Both Microsoft and Oracle databases have features available to them to adjust tuning parameters and make recommendations based on usage statistics. Sometimes, these results are better than others. More importantly, these usage statistics do change over time and these processes and recommendations that the Microsoft and Oracle databases make are not a replacement for a proper DBA who can tune and manage the database or setup automated procedures to perform these actions.

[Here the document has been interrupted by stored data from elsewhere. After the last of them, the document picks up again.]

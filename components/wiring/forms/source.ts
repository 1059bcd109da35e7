import type { Group } from '../spec';
import { pointOptions, type Yard } from './options';

export function sourceGroups(yard: Yard): Group[] {
  return [
    {
      specs: [
        { as: 'text', path: 'name', label: 'Name' },
        {
          as: 'choice',
          path: 'kind',
          label: 'Kind',
          options: [
            { value: 'heap', label: 'compost heap' },
            { value: 'ground', label: 'ground tubes' },
            { value: 'heater', label: 'heater' },
            { value: 'other', label: 'other' },
          ],
        },
        {
          as: 'choice',
          path: 'corePoint',
          label: 'Core is measured at',
          options: pointOptions(yard.points, ['heap-core', 'ground']),
          empty: 'null',
          none: 'Not measured',
        },
        {
          as: 'choice',
          path: 'basePoint',
          label: 'Beside the pipe is measured at',
          options: pointOptions(yard.points, ['heap-base']),
          empty: 'null',
          none: 'Not measured',
        },
      ],
    },
    {
      title: 'What it may give',
      specs: [
        {
          as: 'number',
          path: 'coreFloor',
          label: 'No draw while the core is under',
          quantity: 'temperature',
          empty: 'null',
          hint: 'Not even frost goes under it. Empty: no floor.',
        },
        {
          as: 'number',
          path: 'dailyLimit',
          label: 'Draws in 24 h, at most',
          quantity: 'hours',
          empty: 'null',
          hint: 'All its fans together. Empty: no limit.',
        },
      ],
    },
    {
      title: 'A new heap is ready',
      note: 'A young heap must heat through before it is drawn on. Leave empty where it does not matter.',
      nullUnless: { path: 'ready', unless: 'ready.level' },
      specs: [
        {
          as: 'number',
          path: 'ready.level',
          label: 'once its core is above',
          quantity: 'temperature',
          empty: 'null',
        },
        { as: 'number', path: 'ready.for', label: 'without a break for', quantity: 'hours' },
      ],
    },
  ];
}
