/**
 * A cold upland winter that never ends: weather as a pure function of absolute time and a seed.
 *
 * Air masses follow each other with a front between them; each has its own warmth, cloud and dampness.
 * Clear ones swing more by day and night and are the cold ones. The sun is that of early January at 54° N in
 * every month, on purpose: the yard is there to show winter nights whenever it is run.
 */
import { eased, smooth, uniform } from './noise';

export interface Weather {
  tempC: number;
  /** 0 to 1 */
  relativeHumidity: number;
  /** on a level surface, W/m² */
  sunWPerM2: number;
  /** 0 overcast to 1 clear */
  clearness: number;
}

const hourMs = 3_600_000;
const dayMs = 24 * hourMs;

/** One air mass in each slot; its front comes somewhere in the slot's first half and takes 2 to 6 h. */
const slotMs = 2.25 * dayMs;

const latitudeRad = (54.2 * Math.PI) / 180;
const longitudeDeg = -2.3;
const declinationRad = (-22.3 * Math.PI) / 180;

interface AirMass {
  tempC: number;
  clearness: number;
  damp: number;
}

function airMass(seed: number, slot: number): AirMass {
  const clearness = uniform(seed, 'clear', slot) ** 1.2;
  const chill = uniform(seed, 'chill', slot);
  return {
    // Clear air in winter is mostly the cold air of a high; cloud comes with the mild west.
    tempC: -0.7 - 5.8 * chill ** 1.2 - 2.4 * clearness,
    clearness,
    damp: uniform(seed, 'damp', slot),
  };
}

/** The mean of the air mass at a moment, blended over a front. */
function airMassAt(seed: number, ms: number): AirMass {
  const slot = Math.floor(ms / slotMs);
  const frontMs = slot * slotMs + uniform(seed, 'front', slot) * (slotMs / 2);
  const spanMs = (2 + 4 * uniform(seed, 'span', slot)) * hourMs;
  const share = eased((ms - frontMs) / spanMs);
  const before = airMass(seed, slot - 1);
  const now = airMass(seed, slot);
  const blend = (a: number, b: number): number => a + (b - a) * share;
  return {
    tempC: blend(before.tempC, now.tempC),
    clearness: blend(before.clearness, now.clearness),
    damp: blend(before.damp, now.damp),
  };
}

/** −1 before sunrise to 1 in the early afternoon; falls more slowly than it rises. */
function dayShape(hour: number): number {
  const angle = ((hour - 14.2) * 2 * Math.PI) / 24;
  return (Math.cos(angle) + 0.3 * Math.cos(2 * angle - 0.5)) / 1.16;
}

function sineOfSun(solarHour: number): number {
  const hourAngle = ((solarHour - 12) * Math.PI) / 12;
  return (
    Math.sin(latitudeRad) * Math.sin(declinationRad) +
    Math.cos(latitudeRad) * Math.cos(declinationRad) * Math.cos(hourAngle)
  );
}

/**
 * The weather at a moment.
 * @param seed any whole number; the same seed gives the same winter for ever
 * @param ms epoch milliseconds
 */
export function weatherAt(seed: number, ms: number): Weather {
  const mass = airMassAt(seed, ms);
  const patchy = 0.25 * smooth(seed, 'cloud', ms, 1.7 * hourMs);
  const clearness = Math.min(1, Math.max(0, mass.clearness + patchy));
  const solarHour = (((ms / hourMs + longitudeDeg / 15) % 24) + 24) % 24;

  // The swing follows the mass and not the patch, else each cloud would move the whole day's curve.
  const swingC = 1 + 3.1 * mass.clearness;
  const gustsC =
    0.5 * smooth(seed, 'gust', ms, 1.3 * hourMs) + 0.25 * smooth(seed, 'flutter', ms, 0.4 * hourMs);
  const driftC = 1.4 * smooth(seed, 'drift', ms, 0.9 * dayMs);
  const tempC = mass.tempC + swingC * dayShape(solarHour) + driftC + gustsC;

  // Clear-sky beam and sky light on the level after Haurwitz (1945): 1098·sin h·exp(−0.057 / sin h).
  const sine = sineOfSun(solarHour);
  const clearSky = sine > 0.01 ? 1098 * sine * Math.exp(-0.057 / sine) : 0;
  const sunWPerM2 = clearSky * (0.22 + 0.78 * clearness);

  const humid = 0.9 + 0.08 * mass.damp - 0.1 * mass.clearness - 0.06 * mass.clearness * dayShape(solarHour);
  const relativeHumidity = Math.min(
    0.995,
    Math.max(0.4, humid + 0.03 * smooth(seed, 'humid', ms, 2 * hourMs)),
  );
  return { tempC, relativeHumidity, sunWPerM2, clearness };
}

On the day you install ERPM the product runs well and fast. Typical customers will perform and institute many discovery processes during the initial roll. Over time, these discovery processes (which are write heavy to the database) get supplanted with password change jobs which are also write heavy to the database, though to a different set of tables than the discovery processes were. Then when passwords are managed, users will begin to read the new stored password information. This results in the creation of new stored procedures generated on demand to evaluate permission sets. In addition, a different object is now reading heavily from the database and writing back some information to new tables. Finally, for subsequent password change jobs, the database is now reading and writing to different tables than were used during the discovery, making use of new stored procedures generated on demand, and so on. The ultimate takeaway is that the usage profile of the customer database has changed significantly from the initial roll out to the current usage.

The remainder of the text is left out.